We saw several pairs of Canada geese. I love these birds, but they have become commonplace here. That is not the case with the pair of wood ducks we spotted. Unmistakable, this pair of ducks was a real treat to see. The male is really wild! Natural design can be truly amazing! Already thrilled , the next pair of ducks we spotted was a pair of hooded mergansers. The female has a cool crest, but the male's black and white crest is stunning.

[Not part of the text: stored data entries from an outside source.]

//! Gauge readings as the domain sees them: the checks an incoming reading
//! must pass, and the plan for a batch (insert, duplicate, revision, and the
//! rate-of-rise flag). Pure functions; no I/O, no SQL, no HTTP.

use std::collections::BTreeMap;

use chrono::{DateTime, NaiveDateTime, Utc};
use serde::{Deserialize, Serialize};

use super::{Gauge, Measures};
use crate::row_error::RowError;

/// Quality of a reading, from the WaterML 2.0 quality vocabulary
/// (`good`, `suspect`, `estimate`, `unchecked`).
#[derive(Debug, Clone, Copy, PartialEq, Eq, Serialize, Deserialize)]
#[serde(rename_all = "lowercase")]
pub enum Quality {
    Good,
    Suspect,
    Estimate,
    Unchecked,
}

impl Quality {
    /// Every quality, for building SQL from [`for_forecast`].
    pub const ALL: [Quality; 4] = [
        Quality::Good,
        Quality::Suspect,
        Quality::Estimate,
        Quality::Unchecked,
    ];

    pub fn as_str(self) -> &'static str {
        match self {
            Quality::Good => "good",
            Quality::Suspect => "suspect",
            Quality::Estimate => "estimate",
            Quality::Unchecked => "unchecked",
        }
    }

    pub fn parse(s: &str) -> Option<Self> {
        match s {
            "good" => Some(Quality::Good),
            "suspect" => Some(Quality::Suspect),
            "estimate" => Some(Quality::Estimate),
            "unchecked" => Some(Quality::Unchecked),
            _ => None,
        }
    }
}

/// Outcome of the rate-of-rise check.
#[derive(Debug, Clone, Copy, PartialEq, Eq, Serialize)]
#[serde(rename_all = "lowercase")]
pub enum RateCheck {
    /// Within the gauge's plausible rate.
    Ok,
    /// Changed faster than plausible: stored, but not used for forecasting
    /// until confirmed.
    Suspect,
    /// Was suspect; a forecaster confirmed it.
    Confirmed,
}

impl RateCheck {
    /// Every outcome, for building SQL from [`for_forecast`].
    pub const ALL: [RateCheck; 3] = [RateCheck::Ok, RateCheck::Suspect, RateCheck::Confirmed];

    pub fn as_str(self) -> &'static str {
        match self {
            RateCheck::Ok => "ok",
            RateCheck::Suspect => "suspect",
            RateCheck::Confirmed => "confirmed",
        }
    }

    pub fn parse(s: &str) -> Option<Self> {
        match s {
            "ok" => Some(RateCheck::Ok),
            "suspect" => Some(RateCheck::Suspect),
            "confirmed" => Some(RateCheck::Confirmed),
            _ => None,
        }
    }
}

/// A reading that passed the checks, ready to store. Times are Unix
/// milliseconds, UTC.
#[derive(Debug, Clone, Copy, PartialEq)]
pub struct NewReading {
    pub time_ms: i64,
    pub stage_m: Option<f64>,
    pub discharge_m3s: Option<f64>,
    pub quality: Quality,
}

impl NewReading {
    fn same_values(&self, other: &StoredReading) -> bool {
        self.stage_m == other.stage_m
            && self.discharge_m3s == other.discharge_m3s
            && self.quality == other.quality
    }
}

/// Whether a reading feeds forecasts: the one rule, which the API's
/// `for_forecast` flag, the rate check's choice of neighbours and the
/// store's SQL (built from this function) all follow.
///
/// Common practice: data flagged suspect are not used until confirmed.
/// A reading is held back when its sender marked it `suspect` (WaterML 2.0
/// quality) or the rate check did; a forecaster's confirmation lets it in
/// whatever flagged it. `estimate` and `unchecked` readings are used: they
/// are what most automatic gauges send.
pub fn for_forecast(quality: Quality, check: RateCheck) -> bool {
    match check {
        RateCheck::Confirmed => true,
        RateCheck::Suspect => false,
        RateCheck::Ok => quality != Quality::Suspect,
    }
}

/// A reading as stored.
#[derive(Debug, Clone, PartialEq)]
pub struct StoredReading {
    pub time_ms: i64,
    pub stage_m: Option<f64>,
    pub discharge_m3s: Option<f64>,
    pub quality: Quality,
    pub rate_check: RateCheck,
    pub revision: i64,
    pub received_at_ms: i64,
    pub key_id: String,
}

impl StoredReading {
    /// Whether this reading feeds forecasts ([`for_forecast`]).
    pub fn for_forecast(&self) -> bool {
        for_forecast(self.quality, self.rate_check)
    }
}

/// An earlier value of a reading, replaced by a revision.
#[derive(Debug, Clone, PartialEq)]
pub struct Revision {
    /// The reading as it was, with who sent it and when.
    pub reading: StoredReading,
    /// When it was replaced (Unix ms) and by which key.
    pub replaced_at_ms: i64,
    pub replaced_by: String,
}

/// One input field as the body carried it.
#[derive(Debug, Clone, PartialEq)]
pub enum Field<T> {
    Absent,
    Value(T),
    /// Present but of the wrong kind; the text says what was expected.
    Invalid(String),
}

/// One input row before checking, whatever its format.
#[derive(Debug, Clone, PartialEq)]
pub struct RawReading {
    pub time: Field<String>,
    pub stage: Field<f64>,
    pub discharge: Field<f64>,
    pub quality: Field<String>,
}

/// Limits that do not come from the gauge.
#[derive(Debug, Clone, Copy)]
pub struct Limits {
    /// Server time now, Unix ms.
    pub now_ms: i64,
    /// How far ahead of `now_ms` a reading may lie.
    pub max_future_ms: i64,
    /// The earliest plausible reading time, Unix ms.
    pub earliest_ms: i64,
}

/// 1 January of `year`, 00:00 UTC, in Unix ms (year 1 to 9999).
pub fn earliest_ms(year: u64) -> i64 {
    let year = i32::try_from(year.clamp(1, 9_999)).unwrap_or(1);
    chrono::NaiveDate::from_ymd_opt(year, 1, 1)
        .and_then(|d| d.and_hms_opt(0, 0, 0))
        .map_or(i64::MIN, |t| t.and_utc().timestamp_millis())
}

/// Parses an RFC 3339 date-time (RFC 3339 §5.6: the offset, `Z` or
/// `±hh:mm`, is required) to Unix milliseconds. Digits below the
/// millisecond are truncated.
pub fn parse_time(text: &str) -> Result<i64, String> {
    match DateTime::parse_from_rfc3339(text.trim()) {
        Ok(t) => Ok(t.timestamp_millis()),
        Err(_) => {
            let naive = ["%Y-%m-%dT%H:%M:%S%.f", "%Y-%m-%d %H:%M:%S%.f"]
                .iter()
                .any(|f| NaiveDateTime::parse_from_str(text.trim(), f).is_ok());
            if naive {
                Err(format!(
                    "`{text}` has no UTC offset; RFC 3339 requires `Z` or `±hh:mm`, e.g. 2026-03-01T04:15:00+01:00"
                ))
            } else {
                Err(format!(
                    "`{text}` is not an RFC 3339 date-time such as 2026-03-01T04:15:00+01:00"
                ))
            }
        }
    }
}

/// Unix milliseconds as a UTC time. Stored times come from [`parse_time`],
/// so they are in chrono's range; anything outside is clamped to its ends.
pub fn utc(ms: i64) -> DateTime<Utc> {
    DateTime::<Utc>::from_timestamp_millis(ms).unwrap_or(if ms < 0 {
        DateTime::<Utc>::MIN_UTC
    } else {
        DateTime::<Utc>::MAX_UTC
    })
}

/// Unix milliseconds in the one wire form of a time
/// ([`crate::wire_time::format`]), for CSV and messages.
pub fn format_time(ms: i64) -> String {
    crate::wire_time::format(utc(ms))
}

/// A reading's time in Unix ms, within the plausible span of `limits`.
fn checked_time(time: &Field<String>, limits: Limits) -> Result<i64, String> {
    let time_ms = match time {
        Field::Absent => return Err("is required".to_owned()),
        Field::Invalid(why) => return Err(why.clone()),
        Field::Value(t) => parse_time(t)?,
    };
    if time_ms < limits.earliest_ms {
        return Err(format!(
            "{} is before the earliest plausible time {} (ingest.earliest_year)",
            format_time(time_ms),
            format_time(limits.earliest_ms)
        ));
    }
    if time_ms > limits.now_ms.saturating_add(limits.max_future_ms) {
        return Err(format!(
            "{} is more than {} s ahead of the server clock ({})",
            format_time(time_ms),
            limits.max_future_ms / 1000,
            format_time(limits.now_ms)
        ));
    }
    Ok(time_ms)
}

I thought he had his crest up since his head seemed quite large, but as I saw in the bird book when I returned home ,he was not even close to the display he is capable of. She's a really lucky duck.


A pair of common mergansers were also on the water. They were a little far away to get a great look , but I'm pretty sure of my identification . Last but not least we spotted a belted kingfisher in a tree. We watched as he dove into the water with incredible speed and then returned to the tree branch. Crested and dressed in gray feathers that resemble a tuxedo with tails, this bird was a sight to behold. The trip was so much fun, the fact that we were mailing our taxes hardly made a ripple in our excitement.


Later in the evening 7 members of the local deer herd stopped by the garden for a snack. I managed to move them along by shouting at them out the living room window. Not impressed by me, they didn't go far. I'm sure they came back after dark. Considering it was too wet to really spend time outside, we certainly had an exciting wildlife day and that's no joke!


PS.If you are interested in these ducks go to Nature Tales and Camera Trails and use the search box. Ann's photographs are magnificent right down to the baby wood ducks!